May 01, 2014 Dani Arrébola Críticas 0
Dir.: Hayao Miyazaki
Pro.: Toshio Suzuki Gui.: Hayao Miyazaki
Animación
Cumplidos los 73 años, Hayao Miyazaki tiene derecho a una dorada jubilación. Pero su anuncio de que dejaba la realización de largometrajes produjo una enorme conjunción de lamentos a escala planetaria; parece impensable que no vayamos a celebrar más películas suyas, tras esta maravillosa El viento se levanta. El maestro Miyazaki, creador del sensacional Studio Ghibli –cumbre de la animación japonesa- y de películas superlativas como Nausicaä del Valle del Viento, Mi vecino Totoro,La princesa Mononoke, El viaje de Chihiro –Oso de Oro en Berlín y Oscar de Hollywood- o Ponyo en el acantilado, se despide de sus lápices y pinceles con este testamento cinematográfico: una absoluta obra capital.
El argumento, extraído de un relato de Tatsuo Hori y basado en un cómic del propio Miyazaki, cuenta la vida de Jiro Horikoshi desde que era un niño apasionado por el vuelo; su pronunciada miopía le impidió pilotar, pero no soñar con los aviones más ligeros, veloces y bellos. Inspirado por la figura del ingeniero italiano Giovanni Caproni y estudioso de la industria aeronáutica alemana –la más avanzada en los años 30-, se dedicó al diseño de aparatos extraordinarios, en los que introdujo novedades formales y técnicas de todo tipo que le valieron rápidamente el reconocimiento de su país y la posibilidad de trabajar para el ejército nipón.

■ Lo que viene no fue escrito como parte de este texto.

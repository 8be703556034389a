package intpoly

import (
	"math/big"

	"example.org/closedform/algebra/internal/zp"
)

// DivExact returns p / q when q divides p over Z, and ok false when it does
// not. It panics when q is zero. A quotient modulo a word prime is tried
// first, so that refusals are cheap; the quotient itself costs
// (deg p - deg q) deg q products of coefficients.
func DivExact(p, q Poly) (quo Poly, ok bool) {
	if len(q) == 0 {
		panic("intpoly: division by the zero polynomial")
	}
	if len(p) == 0 {
		return nil, true
	}
	if len(p) < len(q) || !divides(q.lead(), p.lead()) || !divides(q[0], p[0]) {
		return nil, false
	}
	if len(q) > 1 {
		f := zp.NewField(gcdPrime(0))
		if b := reduce(q, f); len(b) == len(q) && len(f.RemPoly(reduce(p, f), b)) > 0 {
			return nil, false
		}
	}
	return divide(p, q)
}

// divide is DivExact for deg p >= deg q >= 0 without the filter.
func divide(p, q Poly) (Poly, bool) {
	if quo, ok, decided := divFlat(p, q); decided {
		return quo, ok
	}
	return divSchoolbook(p, q)
}

// isDivisor reports whether q divides p, deg p >= deg q >= 0, without the
// filter.
func isDivisor(p, q Poly) bool {
	if _, _, ok, decided := provenQuotient(p, q); decided {
		return ok
	}
	_, ok := divSchoolbook(p, q)
	return ok
}

// divides reports whether d divides x.
func divides(d, x *big.Int) bool {
	if d.Sign() == 0 {
		return x.Sign() == 0
	}
	if d.IsInt64() && (d.Int64() == 1 || d.Int64() == -1) {
		return true
	}
	return new(big.Int).Rem(x, d).Sign() == 0
}

// divSchoolbook divides from the top; deg p >= deg q >= 0.
func divSchoolbook(p, q Poly) (Poly, bool) {
	n, m := len(p), len(q)
	quo := make(Poly, n-m+1)
	unit := q.lead().IsInt64() && q.lead().Int64() == 1
	var acc, t, rem big.Int
	// residue leaves p_k minus the part of (quo q)_k known so far in acc.
	residue := func(k int) {
		acc.Set(p[k])
		for j := max(0, k-m+1); j <= min(k, n-m); j++ {
			if quo[j] != nil && quo[j].Sign() != 0 && q[k-j].Sign() != 0 {
				acc.Sub(&acc, t.Mul(quo[j], q[k-j]))
			}
		}
	}
	for k := n - m; k >= 0; k-- {
		residue(k + m - 1)
		quo[k] = new(big.Int)
		if unit {
			quo[k].Set(&acc)
			continue
		}
		quo[k].QuoRem(&acc, q.lead(), &rem)
		if rem.Sign() != 0 {
			return nil, false
		}
	}
	for k := 0; k < m-1; k++ {
		residue(k)
		if acc.Sign() != 0 {
			return nil, false
		}
	}
	return quo, true
}

// reduce returns p modulo the field's prime.
func reduce(p Poly, f zp.Field) zp.Poly { return reduceTo(make(zp.Poly, len(p)), p, f) }

// reduceTo is reduce into the memory of a, as long as p.
func reduceTo(a zp.Poly, p Poly, f zp.Field) zp.Poly {
	for i, c := range p {
		a[i] = f.FromBig(c)
	}
	n := len(a)
	for n > 0 && a[n-1] == 0 {
		n--
	}
	return a[:n]
}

Por primera vez, Miyazaki desarrolla una biografía real; y además, El viento se levanta no contiene aspectos mágicos o mitológicos, aunque sí la constante incursión de elementos oníricos que permiten a Jiro mantener su relación con Caproni: el italiano seduce al joven con sus aviones extraordinarios, con sus reflexiones y con sus ilusiones. Jiro sueña los sueños de Caproni y trata de llevarlos al papel, primero, y a los aires después.

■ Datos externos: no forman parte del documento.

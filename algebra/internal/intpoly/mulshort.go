package intpoly

import (
	"math/big"
	"math/bits"
)

// mulFlatTerms bounds the terms of the shorter factor for which [mulFlat], with
// 1, 2, 3, ... words a coefficient, measures faster than packing.
var mulFlatTerms = []int{40, 60, 60, 6, 4, 4, 4, 4}

// mulWordTerms is the same for [mulWord].
var mulWordTerms = []int{40, 100, 100}

// mulFlat returns p q, non-zero factors, whose coefficients fit k words.
func mulFlat(p, q Poly, k int) Poly {
	a, b := toFlat(p, k, false), toFlat(q, k, false)
	r := newFlat(len(p)+len(q)-1, k)
	for i := range len(p) + len(q) - 1 {
		lo, hi := max(0, i-len(q)+1), min(i, len(p)-1)
		v := r.at(i)
		subDot(v, a.w[lo*k:(hi+1)*k], b.w[(i-hi)*k:(i-lo+1)*k], k)
		negate(v)
	}
	return r.poly()
}

// mulWord returns p q for non-zero factors with coefficients of one word and a
// sign each, and products that fit k <= 3 words.
func mulWord(p, q Poly, k int) Poly {
	var store [4 * wordBuffer]uint
	buf := store[:]
	if len(p)+len(q) > 2*wordBuffer {
		buf = make([]uint, 2*(len(p)+len(q)))
	}
	a, sa := buf[:len(p)], buf[len(p):2*len(p)]
	buf = buf[2*len(p):]
	b, sb := buf[:len(q)], buf[len(q):2*len(q)]
	split(a, sa, p, false)
	split(b, sb, q, true)
	r := newFlat(len(p)+len(q)-1, k)
	for i := range len(p) + len(q) - 1 {
		lo, hi := max(0, i-len(q)+1), min(i, len(p)-1)
		from := len(q) - 1 - (i - lo)
		crossWords(r.at(i), a[lo:hi+1], sa[lo:hi+1], b[from:], sb[from:])
	}
	return r.poly()
}

// wordBuffer is the number of terms of both factors served from the stack.
const wordBuffer = 32

// split sets a to the sizes and s to the signs, as 0 or -1, of the coefficients.
func split(a, s []uint, p Poly, reversed bool) {
	for i, c := range p {
		if reversed {
			i = len(p) - 1 - i
		}
		if w := c.Bits(); len(w) > 0 {
			a[i] = uint(w[0])
		}
		if c.Sign() < 0 {
			s[i] = ^uint(0)
		}
	}
}

// crossWords sets v, of at most three words, to the sum of the products of the
// numbers of sizes a_i, b_i and signs sa_i, sb_i, over the length of a.
func crossWords(v []big.Word, a, sa, b, sb []uint) {
	sa, b, sb = sa[:len(a)], b[:len(a)], sb[:len(a)]
	var s0, s1, s2 uint
	if len(v) == 1 {
		for i, x := range a {
			s := sa[i] ^ sb[i]
			s0 += (x*b[i] ^ s) - s
		}
		v[0] = big.Word(s0)
		return
	}
	for i, x := range a {
		hi, lo := bits.Mul(x, b[i])
		s := sa[i] ^ sb[i] // -t is ^t + 1
		var c uint
		s0, c = bits.Add(s0, lo^s, s&1)
		s1, c = bits.Add(s1, hi^s, c)
		s2 += s + c
	}
	v[0], v[1] = big.Word(s0), big.Word(s1)
	if len(v) > 2 {
		v[2] = big.Word(s2)
	}
}
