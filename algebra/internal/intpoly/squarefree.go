package intpoly

import (
	"context"
	"math/big"

	"example.org/closedform/algebra/internal/zp"
)

// Factor is a polynomial together with its multiplicity.
type Factor struct {
	P    Poly
	Mult int
}

// SquareFree returns the primitive, square-free, pairwise coprime parts of
// p = content prod P^Mult with positive leading coefficients and ascending
// multiplicities; none for a constant. Cost: a few gcds.
//
// Source: Yun, On square-free decomposition algorithms, SYMSAC 1976.
func SquareFree(p Poly) []Factor {
	parts, _ := squareFree(context.Background(), p) // never cancelled
	return parts
}

// squareFree is SquareFree with cancellation.
func squareFree(ctx context.Context, p Poly) ([]Factor, error) {
	if len(p) < 2 {
		return nil, nil
	}
	p = positive(p.primitivePart())
	if isSquareFree(p) {
		return []Factor{{p, 1}}, nil
	}
	if parts := squareFreeImage(p); parts != nil {
		return parts, nil
	}
	return squareFreeYun(ctx, p)
}

// certificatePrime is the largest prime below 2^31: half as dear as a longer
// one, and dividing the discriminant of few polynomials.
const certificatePrime = 1<<31 - 1

// isSquareFree reports whether p, of positive degree, is proven square-free by
// being so, with its degree, modulo one prime.
func isSquareFree(p Poly) bool {
	f := zp.NewField(certificatePrime)
	buf := make(zp.Poly, 2*len(p))
	a := reduceTo(buf[:len(p)], p, f)
	return len(a) == len(p) && f.GCDInPlace(a, f.DerivativeTo(buf[len(p):], a)).Degree() == 0
}

// squareFreeYun is Yun's algorithm over Z for a primitive p of positive degree
// with positive leading coefficient.
func squareFreeYun(ctx context.Context, p Poly) ([]Factor, error) {
	d := p.Derivative()
	content, pp := d.Primitive()
	var over [2]Poly
	if _, err := gcdPrimitive(ctx, p, pp, &over); err != nil {
		return nil, err
	}
	var parts []Factor
	c := over[0]
	w := Sub(over[1].Scale(content), c.Derivative())
	for i := 1; ; i++ {
		if len(w) == 0 { // all that is left has multiplicity i
			return append(parts, Factor{positive(c), i}), nil
		}
		content, pp = w.Primitive()
		a, err := gcdPrimitive(ctx, c, pp, &over)
		if err != nil {
			return nil, err
		}
		c = over[0]
		if a.Degree() > 0 {
			parts = append(parts, Factor{a, i})
		}
		w = Sub(over[1].Scale(content), c.Derivative())
	}
}

// quotient returns p / q for a known divisor q.
func quotient(p, q Poly) Poly {
	if q.Degree() == 0 && isOne(q[0]) {
		return p
	}
	r, ok := DivExact(p, q)
	if !ok {
		panic("intpoly: a known divisor does not divide")
	}
	return r
}

// positive returns p or -p, whichever has a positive leading coefficient.
func positive(p Poly) Poly {
	if len(p) > 0 && p.lead().Sign() < 0 {
		return p.Scale(big.NewInt(-1))
	}
	return p
}
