package intpoly

import (
	"context"
	"math/big"
)

// searchUpTo is the number of modular factors up to which all subsets are
// tried, whatever that takes: at most 2^(searchUpTo-1) word additions, which
// measures below one lattice reduction.
const searchUpTo = 14

// searchBudget is the number of subsets tried first with more modular factors:
// it finds the products of few of them in about a millisecond.
const searchBudget = 1 << 18

// recombine returns the irreducible factors of l.f, given the set of degrees
// they may have.
func recombine(ctx context.Context, l *lift, degrees *big.Int) ([]Poly, error) {
	s := newSubsets(l, l.factors, degrees)
	if err := s.search(ctx, searchBudget); err != nil || s.done() {
		return s.found, err
	}
	if len(s.found) > 0 {
		// The bound holds for the factors of what is left, too.
		l = &lift{f: s.f, field: l.field, bound: l.bound, exp: l.exp, modulus: l.modulus, factors: s.factors}
	}
	rest, err := knapsack(ctx, l, degrees)
	return append(s.found, rest...), err
}

// subsets is the state of the search for sets of modular factors whose product
// is a factor over Z.
type subsets struct {
	l       *lift
	degrees *big.Int
	found   []Poly // irreducible factors
	f       Poly   // what is left of l.f, constant when done
	factors []Poly // the monic modular factors of f, or products of some
	traces  []uint64
	slack   uint64 // the traces of a true factor sum to at most this, cyclically
}

// newSubsets prepares the search for factors of l.f, each lc times the product
// of some of the given monic factors modulo l.modulus > 2 l.bound.
func newSubsets(l *lift, factors []Poly, degrees *big.Int) *subsets {
	s := &subsets{l: l, degrees: degrees, f: l.f, factors: factors}
	s.scaleTraces()
	return s
}

// done reports whether all irreducible factors have been found.
func (s *subsets) done() bool { return s.f.Degree() == 0 }

// search tries sets of 1, 2, 3, ... factors. A set that gives a factor over Z
// gives an irreducible one because no smaller set inside it did. When no set
// is left, what remains of f is irreducible; with more than searchUpTo
// factors, the search ends unfinished rather than to exceed the budget.
//
// Source: Zassenhaus, On Hensel factorization I, J. Number Theory 1 (1969);
// the filters are from Abbott, Shoup and Zimmermann, Factorization in Z[x]:
// the searching phase, ISSAC 2000.
func (s *subsets) search(ctx context.Context, budget int64) error {
	for size := 1; 2*size <= len(s.factors); {
		if n := int64(len(s.factors)); n > searchUpTo {
			sets := new(big.Int).Binomial(n, int64(size))
			if sets.Cmp(big.NewInt(budget)) > 0 {
				return nil
			}
			budget -= sets.Int64()
		}
		g, err := s.find(ctx, size)
		if err != nil {
			return err
		}
		if g == nil {
			size++
			continue
		}
		s.found = append(s.found, g)
	}
	if !s.done() {
		s.found = append(s.found, s.f)
		s.f = Poly{big.NewInt(1)}
	}
	return nil
}

// scaleTraces sets traces[i] = floor(2^64 (lc t_i mod m) / m), t_i the second
// coefficient of factor i. For a true factor of degree d, lc times the sum of
// its t_i is congruent to an integer of size at most T = norm2(l.f) +
// d |lc(l.f)|, so the sum of its scaled traces is, modulo 2^64, within
// 2^64 T / m + len(factors) + 1 of 0.
func (s *subsets) scaleTraces() {
	m := s.l.modulus
	lc := s.f.lead()
	s.traces = make([]uint64, len(s.factors))
	var x big.Int
	for i, g := range s.factors {
		x.Mul(g[len(g)-2], lc)
		x.Mod(&x, m)
		x.Lsh(&x, 64)
		s.traces[i] = x.Quo(&x, m).Uint64()
	}
	t := new(big.Int).Mul(s.l.f.lead(), big.NewInt(int64(s.l.f.Degree())))
	t.Add(t, norm2(s.l.f))
	t.Lsh(t, 64)
	t.Quo(t, m)
	t.Add(t, big.NewInt(int64(len(s.factors)+2)))
	s.slack = ^uint64(0)
	if t.BitLen() < 63 {
		s.slack = t.Uint64()
	}
}

// find looks for a set of the given size that gives a factor, removes its
// members and returns the factor, or returns nil.
func (s *subsets) find(ctx context.Context, size int) (Poly, error) {
	n := len(s.factors)
	pick := make([]int, size)
	sums := make([]uint64, size+1) // sums[k]: traces of the first k picked
	for k := range pick {
		pick[k] = k
		sums[k+1] = sums[k] + s.traces[k]
	}
	for count := 0; ; count++ {
		if count&0x3fff == 0 {
			if err := ctx.Err(); err != nil {
				return nil, err
			}
		}
		if t := sums[size]; s.slack == ^uint64(0) || t+s.slack <= 2*s.slack {
			if err := ctx.Err(); err != nil {
				return nil, err
			}
			if g := s.try(pick); g != nil {
				return g, nil
			}
		}
		k := size - 1
		for k >= 0 && pick[k] == n-size+k {
			k--
		}
		// With just half of the factors every set has its complement tried:
		// fix the first member.
		if k < 0 || k == 0 && 2*size == n {
			return nil, nil
		}
		pick[k]++
		for ; k < size; k++ {
			if k > 0 && pick[k] <= pick[k-1] {
				pick[k] = pick[k-1] + 1
			}
			sums[k+1] = sums[k] + s.traces[pick[k]]
			if k+1 < size {
				pick[k+1] = pick[k]
			}
		}
	}
}

// try tests a set; on success it updates the state and returns the factor.
func (s *subsets) try(pick []int) Poly {
	in := make([]bool, len(s.factors))
	degree := 0
	for _, i := range pick {
		in[i] = true
		degree += s.factors[i].Degree()
	}
	rest := s.f.Degree() - degree
	if s.degrees.Bit(degree) == 0 {
		return nil
	}
	// The bound is for the side of lower degree.
	side := degree <= rest
	var members []Poly
	for i, g := range s.factors {
		if in[i] == side {
			members = append(members, g)
		}
	}
	g := candidate(s.f, members, s.l.modulus)
	if g == nil {
		return nil
	}
	other, ok := DivExact(s.f, g)
	if !ok {
		return nil
	}
	if !side {
		g, other = other, g
	}
	var left []Poly
	for i, h := range s.factors {
		if !in[i] {
			left = append(left, h)
		}
	}
	s.f, s.factors = other, left
	s.scaleTraces()
	return g
}

// candidate returns the primitive part of lc(f) times the product of monic
// polynomials modulo m, or nil when its constant term shows that it is not a
// factor of f: with (lc(f)/lc(g)) g in place of a factor g, that term divides
// lc(f) f(0).
func candidate(f Poly, members []Poly, m *big.Int) Poly {
	c := new(big.Int).Set(f.lead())
	for _, g := range members {
		c.Mul(c, g[0])
		c.Mod(c, m)
	}
	c = symmetricInt(c, m)
	if !divides(c, new(big.Int).Mul(f.lead(), f[0])) {
		return nil
	}
	g := productMod(members, m)
	_, g = symmetric(g.Scale(f.lead()), m).Primitive()
	return g
}

// productMod returns the product modulo m, by halves.
func productMod(ps []Poly, m *big.Int) Poly {
	switch len(ps) {
	case 0:
		return Poly{big.NewInt(1)}
	case 1:
		return ps[0]
	}
	half := len(ps) / 2
	return reduceBy(Mul(productMod(ps[:half], m), productMod(ps[half:], m)), m)
}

Por un momento, su vida –y la película- se ensombrecen con el terrible terremoto que asoló Japón en 1923; pero sirve para que Jiro conozca a Nahoko, que será el amor de su vida. Sobre todo desde que, algunos años después, vuelven a encontrase: Nahoko pinta desde una colina el paisaje que se extiende a sus pies, y Jiro pasa por allí y la descubre. Los colores de la paleta de la joven se funden con la luz de la escena, el azul del cielo, el mundo verde de la pradera y los ocres del bosque hendido por el sendero que atraviesa el desprevenido protagonista. Luego sopla el viento, vienen las nubes, y llueve; pero ya nada importa: Jiro es feliz y dispara aviones de papel como gaviotas caprichosas.

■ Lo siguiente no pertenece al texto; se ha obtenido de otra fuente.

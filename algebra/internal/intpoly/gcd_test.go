package intpoly

import (
	"context"
	"math/big"
	"testing"

	"github.com/stretchr/testify/require"
)

// gcdPlain is the gcd by the primitive polynomial remainder sequence.
func gcdPlain(p, q Poly) Poly {
	cp, p := p.Primitive()
	cq, q := q.Primitive()
	c := new(big.Int).GCD(nil, nil, cp.Abs(cp), cq.Abs(cq))
	for len(q) > 0 {
		r := p
		for len(r) >= len(q) {
			shifted := append(make(Poly, 0, len(r)), q.Scale(r.lead())...)
			for len(shifted) < len(r) {
				shifted = append(Poly{new(big.Int)}, shifted...)
			}
			r = Sub(r.Scale(q.lead()), shifted)
		}
		_, r = r.Primitive()
		p, q = q, r
	}
	return p.Scale(c)
}

func TestGCDAgainstRemainderSequence(t *testing.T) {
	ps := samples()
	for i, p := range ps {
		q, g := ps[(7*i+1)%len(ps)], ps[(5*i+4)%len(ps)]
		if len(p)+len(q)+len(g) > 50 {
			continue // the plain way is slow
		}
		a, b := Mul(p, g), Mul(q, g)
		got := GCD(a, b)
		requireSame(t, gcdPlain(a, b), got)
		requireSame(t, got, GCD(b, a))
	}
}

func TestGCDLaws(t *testing.T) {
	requireSame(t, nil, GCD(nil, nil))
	requireSame(t, ints(2, 4), GCD(nil, ints(-2, -4)))
	requireSame(t, ints(2, 4), GCD(ints(-2, -4), nil))
	requireSame(t, ints(6), GCD(ints(12), ints(-18, 6)))
	requireSame(t, ints(1), GCD(ints(1, 1), ints(2, 1)))
	s := rng(4)
	for range 40 {
		degree := int(s.next()%30) + 1
		bits := int(s.next()%150) + 1
		g := randomPoly(s.next(), degree, bits)
		p := Mul(g, randomPoly(s.next(), 20, bits))
		q := Mul(g, randomPoly(s.next(), 15, bits))
		h := GCD(p, q)
		require.Positive(t, h.lead().Sign())
		a, ok := DivExact(p, h)
		require.True(t, ok)
		b, ok := DivExact(q, h)
		require.True(t, ok)
		_, ok = DivExact(h, g)
		require.True(t, ok, "a common divisor divides the gcd")
		requireSame(t, ints(1), GCD(a, b))
	}
}

func TestGCDWithUnluckyPrimes(t *testing.T) {
	p0, p1 := gcdPrime(0), gcdPrime(1)
	m := new(big.Int).SetUint64(p0)
	// s + p0 and s are different, yet equal modulo p0.
	a, b := New(m, big.NewInt(1)), ints(0, 1)
	g := ints(3, 0, 7)
	requireSame(t, g, GCD(Mul(a, g), Mul(b, g)))
	// The same modulo the second prime.
	a = New(new(big.Int).SetUint64(p1), big.NewInt(1))
	requireSame(t, g, GCD(Mul(a, g), Mul(b, g)))
	// Leading coefficients that vanish modulo the first prime.
	h := New(big.NewInt(5), m)
	requireSame(t, h, GCD(Mul(h, ints(1, 1)), Mul(h, ints(2, 1))))
	// One that vanishes in one argument only.
	requireSame(t, ints(1, 1), GCD(Mul(h, ints(1, 1)), Mul(ints(1, 1), ints(2, 1))))
}

func TestSquareFree(t *testing.T) {
	require.Empty(t, SquareFree(nil))
	require.Empty(t, SquareFree(ints(-4)))
	s := rng(8)
	for range 30 {
		p, want := ints(int64(s.next()%20)-30), map[int]Poly{}
		for _, m := range []int{1, 2, 3, 7} {
			if s.next()%4 == 0 {
				continue
			}
			_, g := randomPoly(s.next(), int(s.next()%4)+1, 20).Primitive()
			want[m] = g
			for range m {
				p = Mul(p, g)
			}
		}
		last := 0
		c, back := p.Primitive()
		prod := ints(1)
		for _, f := range SquareFree(p) {
			require.Greater(t, f.Mult, last, "ascending")
			last = f.Mult
			require.NotNil(t, want[f.Mult])
			requireSame(t, want[f.Mult], f.P)
			requireSame(t, ints(1), GCD(f.P, f.P.Derivative()))
			for range f.Mult {
				prod = Mul(prod, f.P)
			}
		}
		requireSame(t, back, prod)
		requireSame(t, p, prod.Scale(c))
	}
}

func TestSquareFreeOfPowers(t *testing.T) {
	p := product([]Poly{ints(0, 1), ints(0, 1), ints(-1, 1), ints(-1, 1), ints(-1, 1)})
	f := SquareFree(p)
	require.Len(t, f, 2)
	requireSame(t, ints(0, 1), f[0].P)
	require.Equal(t, 2, f[0].Mult)
	requireSame(t, ints(-1, 1), f[1].P)
	require.Equal(t, 3, f[1].Mult)
}

func TestGCDHonoursCancellation(t *testing.T) {
	ctx, cancel := context.WithCancel(context.Background())
	cancel()
	_, err := gcd(ctx, ints(1, 1), ints(2, 3, 1))
	require.ErrorIs(t, err, context.Canceled)
}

Cada fotograma es una obra de arte. La composición, la iluminación, el movimiento y la secuencia son un prodigio de ritmo, de armonía, de poesía hecha imagen. No hay un solo detalle, por pequeño que sea, que escape a la mirada atenta y delicada de Miyazaki, que –es obvio decirlo- no precisa de ordenadores ni artificiosos efectos visuales: papel y lápiz y los tintes de la naturaleza; y la inspiración y la calidad del trazo para dibujar la vida y el alma de cada personaje y cada objeto. El agua respira, la tierra palpita y el aire se hace presente moviendo las nubes, agitando la falda de Nahoko o dando vida a los aviones de Jiro, de papel, de madera y lona o de acero brillante bajo el sol.
Algunas críticas acusan a la película de belicismo –Horikoshi fue el diseñador del famoso Zero, el avión con el que Japón bombardeó Pearl Harbor y combatió en la Guerra Mundial-, y otras, a la vez, de inoportuno pacifismo. En realidad, la intención de Miyazaki no es condenar ni, por supuesto, alentar el espíritu de la contienda, sino desplegar una inteligente metáfora acerca de la caducidad de la vida, el amor y la belleza. A través de la historia de un hombre en pos de su sueño; un ideal inquebrantable que pasa por encima de todo hasta su conclusión.
Puede que, en definitiva, Miyazaki solo hable de sí mismo; en este punto final de su carrera, semejante –o no- al de su protagonista. Lo que vale, para nosotros, es su obra, llena de imágenes y momentos maravillosos. Y su testimonio, extraído de los versos de Paul Valéry: “El viento se levanta, hay que intentar vivir”.